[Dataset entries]
===

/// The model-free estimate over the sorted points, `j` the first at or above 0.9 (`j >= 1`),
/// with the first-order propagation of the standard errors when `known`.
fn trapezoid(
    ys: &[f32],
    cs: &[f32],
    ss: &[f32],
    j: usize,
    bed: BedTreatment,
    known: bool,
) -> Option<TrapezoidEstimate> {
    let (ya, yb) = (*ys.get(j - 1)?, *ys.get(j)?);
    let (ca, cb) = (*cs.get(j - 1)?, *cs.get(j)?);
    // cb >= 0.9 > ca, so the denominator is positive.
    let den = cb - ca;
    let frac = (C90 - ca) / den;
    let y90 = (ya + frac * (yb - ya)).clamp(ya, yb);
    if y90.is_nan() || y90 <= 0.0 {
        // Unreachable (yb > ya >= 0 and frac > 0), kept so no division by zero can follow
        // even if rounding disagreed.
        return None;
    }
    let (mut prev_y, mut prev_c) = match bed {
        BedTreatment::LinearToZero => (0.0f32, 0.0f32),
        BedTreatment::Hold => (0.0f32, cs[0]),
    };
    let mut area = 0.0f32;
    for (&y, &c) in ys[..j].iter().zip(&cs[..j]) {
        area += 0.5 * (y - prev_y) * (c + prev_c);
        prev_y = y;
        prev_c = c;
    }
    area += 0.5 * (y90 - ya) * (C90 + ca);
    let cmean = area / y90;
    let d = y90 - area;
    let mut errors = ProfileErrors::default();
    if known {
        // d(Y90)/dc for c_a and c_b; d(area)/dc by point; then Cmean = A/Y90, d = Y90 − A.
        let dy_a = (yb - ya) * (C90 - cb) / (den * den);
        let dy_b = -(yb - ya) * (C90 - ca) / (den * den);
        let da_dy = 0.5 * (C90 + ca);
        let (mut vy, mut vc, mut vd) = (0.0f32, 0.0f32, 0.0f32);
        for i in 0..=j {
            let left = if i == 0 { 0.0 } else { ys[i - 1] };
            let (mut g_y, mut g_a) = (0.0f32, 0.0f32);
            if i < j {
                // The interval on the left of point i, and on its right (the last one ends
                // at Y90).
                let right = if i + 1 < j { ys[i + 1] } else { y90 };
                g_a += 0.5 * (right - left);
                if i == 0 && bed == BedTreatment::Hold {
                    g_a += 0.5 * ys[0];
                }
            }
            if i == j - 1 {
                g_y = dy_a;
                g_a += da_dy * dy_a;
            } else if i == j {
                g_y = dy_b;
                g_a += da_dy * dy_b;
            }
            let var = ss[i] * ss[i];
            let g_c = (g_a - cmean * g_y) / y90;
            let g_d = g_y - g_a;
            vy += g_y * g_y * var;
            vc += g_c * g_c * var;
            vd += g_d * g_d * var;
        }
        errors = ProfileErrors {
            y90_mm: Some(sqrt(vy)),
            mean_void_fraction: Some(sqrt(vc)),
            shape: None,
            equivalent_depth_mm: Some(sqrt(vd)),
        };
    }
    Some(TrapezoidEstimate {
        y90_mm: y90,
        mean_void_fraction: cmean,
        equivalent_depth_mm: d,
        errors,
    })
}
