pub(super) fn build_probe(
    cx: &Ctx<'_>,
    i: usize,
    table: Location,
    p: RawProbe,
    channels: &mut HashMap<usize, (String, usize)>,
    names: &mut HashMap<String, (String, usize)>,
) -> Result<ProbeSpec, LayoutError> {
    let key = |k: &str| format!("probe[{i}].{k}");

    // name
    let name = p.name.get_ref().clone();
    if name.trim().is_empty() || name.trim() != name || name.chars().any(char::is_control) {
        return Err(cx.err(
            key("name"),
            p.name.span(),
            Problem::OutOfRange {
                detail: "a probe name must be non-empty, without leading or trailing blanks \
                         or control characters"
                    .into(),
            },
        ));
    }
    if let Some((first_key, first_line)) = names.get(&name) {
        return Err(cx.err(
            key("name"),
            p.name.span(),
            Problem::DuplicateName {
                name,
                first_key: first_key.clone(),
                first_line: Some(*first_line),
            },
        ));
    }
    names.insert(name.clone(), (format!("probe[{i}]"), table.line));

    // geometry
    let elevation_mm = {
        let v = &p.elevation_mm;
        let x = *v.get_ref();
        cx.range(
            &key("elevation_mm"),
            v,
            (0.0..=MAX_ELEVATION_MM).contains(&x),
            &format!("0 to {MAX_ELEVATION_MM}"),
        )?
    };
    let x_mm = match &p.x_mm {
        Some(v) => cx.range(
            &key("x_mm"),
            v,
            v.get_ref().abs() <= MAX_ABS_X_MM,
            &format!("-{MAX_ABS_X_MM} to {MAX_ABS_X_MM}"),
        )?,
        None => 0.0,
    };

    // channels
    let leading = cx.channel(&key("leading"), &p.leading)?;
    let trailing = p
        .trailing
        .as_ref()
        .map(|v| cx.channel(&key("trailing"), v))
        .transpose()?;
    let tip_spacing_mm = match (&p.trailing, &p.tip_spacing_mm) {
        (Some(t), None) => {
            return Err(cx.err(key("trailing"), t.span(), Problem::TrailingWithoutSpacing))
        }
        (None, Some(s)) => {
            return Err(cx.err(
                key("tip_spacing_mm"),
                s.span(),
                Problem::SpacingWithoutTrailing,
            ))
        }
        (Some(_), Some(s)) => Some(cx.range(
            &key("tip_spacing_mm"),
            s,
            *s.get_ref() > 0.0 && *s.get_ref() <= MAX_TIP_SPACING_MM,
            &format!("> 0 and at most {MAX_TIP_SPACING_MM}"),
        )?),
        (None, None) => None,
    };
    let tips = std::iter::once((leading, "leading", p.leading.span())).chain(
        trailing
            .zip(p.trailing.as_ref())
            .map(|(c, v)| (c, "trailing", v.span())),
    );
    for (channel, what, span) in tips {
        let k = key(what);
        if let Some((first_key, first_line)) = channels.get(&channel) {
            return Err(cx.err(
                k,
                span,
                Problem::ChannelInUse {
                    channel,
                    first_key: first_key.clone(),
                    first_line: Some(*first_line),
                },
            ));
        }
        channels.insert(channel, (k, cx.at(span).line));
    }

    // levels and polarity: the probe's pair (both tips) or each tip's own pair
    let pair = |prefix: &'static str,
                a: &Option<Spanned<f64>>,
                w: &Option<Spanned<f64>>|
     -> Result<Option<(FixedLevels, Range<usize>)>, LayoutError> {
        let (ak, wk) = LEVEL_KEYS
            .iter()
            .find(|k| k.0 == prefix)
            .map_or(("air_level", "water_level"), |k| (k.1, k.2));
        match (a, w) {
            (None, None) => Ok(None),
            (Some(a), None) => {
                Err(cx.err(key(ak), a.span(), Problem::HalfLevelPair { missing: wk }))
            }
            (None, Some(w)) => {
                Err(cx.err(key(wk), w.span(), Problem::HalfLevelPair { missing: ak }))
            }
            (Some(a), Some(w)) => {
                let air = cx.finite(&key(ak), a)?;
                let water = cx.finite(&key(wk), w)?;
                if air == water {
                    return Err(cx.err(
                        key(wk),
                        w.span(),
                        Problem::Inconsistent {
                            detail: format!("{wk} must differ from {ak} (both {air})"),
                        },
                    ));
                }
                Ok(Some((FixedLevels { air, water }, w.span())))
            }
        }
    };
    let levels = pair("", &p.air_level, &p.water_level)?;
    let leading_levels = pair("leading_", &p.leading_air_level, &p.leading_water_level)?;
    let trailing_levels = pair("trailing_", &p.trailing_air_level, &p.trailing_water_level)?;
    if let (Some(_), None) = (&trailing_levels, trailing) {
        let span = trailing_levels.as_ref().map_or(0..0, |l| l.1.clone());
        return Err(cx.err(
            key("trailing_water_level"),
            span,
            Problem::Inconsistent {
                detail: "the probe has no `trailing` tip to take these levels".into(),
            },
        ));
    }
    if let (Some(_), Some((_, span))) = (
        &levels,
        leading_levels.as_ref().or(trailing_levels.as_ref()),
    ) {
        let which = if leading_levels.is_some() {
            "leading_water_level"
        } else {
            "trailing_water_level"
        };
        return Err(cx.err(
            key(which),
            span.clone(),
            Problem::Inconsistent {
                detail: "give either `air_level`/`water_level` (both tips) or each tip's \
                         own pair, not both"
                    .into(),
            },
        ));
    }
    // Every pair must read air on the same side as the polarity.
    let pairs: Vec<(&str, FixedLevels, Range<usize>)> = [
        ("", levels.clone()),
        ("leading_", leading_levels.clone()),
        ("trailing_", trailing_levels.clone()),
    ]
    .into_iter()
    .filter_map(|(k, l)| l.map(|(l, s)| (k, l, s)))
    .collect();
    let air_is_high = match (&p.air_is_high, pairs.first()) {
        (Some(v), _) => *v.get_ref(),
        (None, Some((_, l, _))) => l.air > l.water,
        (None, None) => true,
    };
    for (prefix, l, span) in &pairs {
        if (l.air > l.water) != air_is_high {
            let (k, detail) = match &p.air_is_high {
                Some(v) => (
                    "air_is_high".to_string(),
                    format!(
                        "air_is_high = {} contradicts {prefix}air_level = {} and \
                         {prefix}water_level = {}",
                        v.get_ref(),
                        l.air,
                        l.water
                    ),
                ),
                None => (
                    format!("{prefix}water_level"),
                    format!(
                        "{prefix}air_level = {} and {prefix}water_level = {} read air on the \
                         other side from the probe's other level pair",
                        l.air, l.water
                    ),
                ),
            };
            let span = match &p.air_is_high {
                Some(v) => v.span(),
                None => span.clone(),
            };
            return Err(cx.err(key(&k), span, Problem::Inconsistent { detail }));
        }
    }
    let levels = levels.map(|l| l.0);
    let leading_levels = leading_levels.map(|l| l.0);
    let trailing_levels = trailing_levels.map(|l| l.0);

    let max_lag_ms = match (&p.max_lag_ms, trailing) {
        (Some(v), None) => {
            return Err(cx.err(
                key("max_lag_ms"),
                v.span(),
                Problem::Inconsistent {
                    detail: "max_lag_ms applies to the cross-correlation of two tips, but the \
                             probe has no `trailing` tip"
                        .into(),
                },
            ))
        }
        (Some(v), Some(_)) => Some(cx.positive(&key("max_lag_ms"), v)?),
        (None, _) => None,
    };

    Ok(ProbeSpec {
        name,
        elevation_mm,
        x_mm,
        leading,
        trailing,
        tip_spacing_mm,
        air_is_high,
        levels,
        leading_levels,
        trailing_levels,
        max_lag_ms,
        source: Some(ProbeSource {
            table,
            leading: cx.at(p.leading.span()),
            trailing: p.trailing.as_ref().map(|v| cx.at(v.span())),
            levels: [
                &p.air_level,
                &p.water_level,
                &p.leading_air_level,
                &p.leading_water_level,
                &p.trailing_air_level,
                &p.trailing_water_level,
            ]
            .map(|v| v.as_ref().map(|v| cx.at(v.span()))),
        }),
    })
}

===

● **Try it**: The lines to copy run from the start of the records above through the line holding "if y90.is_nan() ||"; give them exactly, both ends included, and nothing else.

● **Solution for this problem**:
/// The model-free estimate over the sorted points, `j` the first at or above 0.9 (`j >= 1`),
/// with the first-order propagation of the standard errors when `known`.
fn trapezoid(
    ys: &[f32],
    cs: &[f32],
    ss: &[f32],
    j: usize,
    bed: BedTreatment,
    known: bool,
) -> Option<TrapezoidEstimate> {
    let (ya, yb) = (*ys.get(j - 1)?, *ys.get(j)?);
    let (ca, cb) = (*cs.get(j - 1)?, *cs.get(j)?);
    // cb >= 0.9 > ca, so the denominator is positive.
    let den = cb - ca;
    let frac = (C90 - ca) / den;
    let y90 = (ya + frac * (yb - ya)).clamp(ya, yb);
    if y90.is_nan() || y90 <= 0.0 {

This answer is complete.